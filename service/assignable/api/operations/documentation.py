"""The contract as people read it: the document, the reference page, the problem pages, the start page."""

from __future__ import annotations

from functools import cache
from hashlib import sha256
from importlib.resources import files

from flask import Response, request
from markupsafe import Markup, escape

from ..answers import JSON, service_version
from ..bodies import require_acceptable
from ..contract import Contract, cacheable
from ..problems import NOT_FOUND, TYPES, Problem, ProblemType

HTML = "text/html; charset=utf-8"

# blob: is how the reference page shows a picture an operation answers.
POLICY = (
    "default-src 'none'; script-src 'self'; style-src 'self'; img-src 'self' data: blob:; font-src 'self'; "
    "connect-src 'self'; frame-ancestors 'none'; base-uri 'none'; form-action 'none'"
)

_OURS = {"reference.js": "text/javascript", "reference.css": "text/css", "page.css": "text/css"}
_THEIRS = {"swagger-ui-bundle.js": "text/javascript", "swagger-ui.css": "text/css"}
_FOREVER = 31_536_000


def register(contract: Contract) -> None:
    """Binds the pages; they are no operations of the contract."""

    def document() -> Response:
        require_acceptable(request.environ, JSON)
        return cacheable(contract.document(), JSON, 300)

    def start() -> Response:
        return _page("Assignable", _start())

    def reference() -> Response:
        text = _web("reference.html").decode().replace("{assets}", f"docs/assets/{_edition()}")
        return _html(text)

    def listing() -> Response:
        return _page("Problems", _listing())

    def problem(code: str) -> Response:
        kind = TYPES.get(code)
        if kind is None:
            raise Problem(NOT_FOUND, "There is no such problem.")
        return _page(kind.title, _described(kind))

    def verification() -> Response:
        from ...verification.page import page
        from .verification import verified

        link = f"docs/assets/{_edition()}/verification.css"
        return _html(page(verified(contract)(), service_version(), link=link), seconds=0)

    def asset(edition: str, name: str) -> Response:
        if edition != _edition() or name not in _assets():
            raise Problem(NOT_FOUND)
        body, content_type = _assets()[name]
        answer = cacheable(body, content_type, _FOREVER)
        answer.headers["Cache-Control"] = f"public, max-age={_FOREVER}, immutable"
        return answer

    for path, name, view in (
        ("/", "start", start),
        ("/openapi.json", "document", document),
        ("/docs", "reference", reference),
        ("/docs/assets/<edition>/<name>", "asset", asset),
        ("/problems", "problems", listing),
        ("/problems/<code>", "problem", problem),
        ("/verification", "verification", verification),
    ):
        contract.app.add_url_rule(path, f"pages.{name}", view, methods=["GET"])


def _web(name: str) -> bytes:
    return files("assignable.web").joinpath(name).read_bytes()


def _verification(name: str) -> bytes:
    return files("assignable.verification").joinpath(name).read_bytes()


@cache
def _assets() -> dict[str, tuple[bytes, str]]:
    """The only files served: ours by name, and two of the reference page's library."""
    theirs = files("flask_swagger_ui").joinpath("dist")
    found = {name: (_web(name), f"{kind}; charset=utf-8") for name, kind in _OURS.items()}
    found["verification.css"] = (_verification("page.css"), "text/css; charset=utf-8")
    for name, kind in _THEIRS.items():
        found[name] = (theirs.joinpath(name).read_bytes(), f"{kind}; charset=utf-8")
    return found


@cache
def _edition() -> str:
    """Changes with any byte of any asset, so that each may be kept for ever."""
    together = sha256()
    for name, (body, _) in sorted(_assets().items()):
        together.update(name.encode() + b"\0" + body)
    return together.hexdigest()[:16]


def _html(text: str, seconds: int = 300) -> Response:
    answer = cacheable(text.encode(), HTML, seconds)
    answer.headers["Content-Security-Policy"] = POLICY
    answer.headers["Referrer-Policy"] = "no-referrer"
    return answer


def _page(title: str, content: Markup) -> Response:
    # Links are relative to the page's depth, so that the service may stand behind a path prefix.
    depth = request.path.count("/") - 1
    page = Markup(_web("page.html").decode()).format(  # noqa: S704 - our own file
        title=title, content=content, root="../" * depth or "./", edition=_edition()
    )
    return _html(str(page))


def _start() -> Markup:
    return Markup(
        "<p>The statistics of process control as a service, version {version}. It keeps nothing between "
        "requests; the same request always gives the same answer.</p>"
        '<ul><li><a href="docs">Reference, to read and to try</a></li>'
        '<li><a href="openapi.json">The contract as an OpenAPI document</a></li>'
        '<li><a href="problems">Problems and what to do about each</a></li>'
        '<li><a href="verification">Published cases, computed on this installation</a></li>'
        '<li><a href="health/ready">Whether it is ready</a></li></ul>'
    ).format(version=service_version())


def _listing() -> Markup:
    rows = Markup("").join(
        Markup(
            '<tr><td>{status}</td><td><a href="problems/{code}">{code}</a></td><td>{meaning}</td></tr>'
        ).format(status=kind.status, code=kind.code, meaning=kind.meaning)
        for kind in TYPES.values()
    )
    return Markup(
        "<p>Every failure is answered as application/problem+json of one of these types.</p>"
        '<table><thead><tr><th scope="col">Status</th><th scope="col">Type</th>'
        '<th scope="col">What happened</th></tr></thead><tbody>{rows}</tbody></table>'
    ).format(rows=rows)


def _described(kind: ProblemType) -> Markup:
    return Markup(
        "<dl><dt>Type</dt><dd><code>{uri}</code></dd><dt>Status</dt><dd>{status}</dd>"
        "<dt>What happened</dt><dd>{meaning}</dd><dt>What to do</dt><dd>{remedy}</dd></dl>"
        '<p><a href="../problems">All problems</a></p>'
    ).format(uri=escape(kind.uri), status=kind.status, meaning=kind.meaning, remedy=kind.remedy)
- - - - -
(Aim of the exercise): Nothing but the lines from the first line of the listing above through the line holding "from ..answers import JSON, service_version" should be reproduced, and each must match exactly.

(Exercise solution):
filename service/assignable/api/operations/documentation.py
"""The contract as people read it: the document, the reference page, the problem pages, the start page."""

from __future__ import annotations

from functools import cache
from hashlib import sha256
from importlib.resources import files

from flask import Response, request
from markupsafe import Markup, escape

from ..answers import JSON, service_version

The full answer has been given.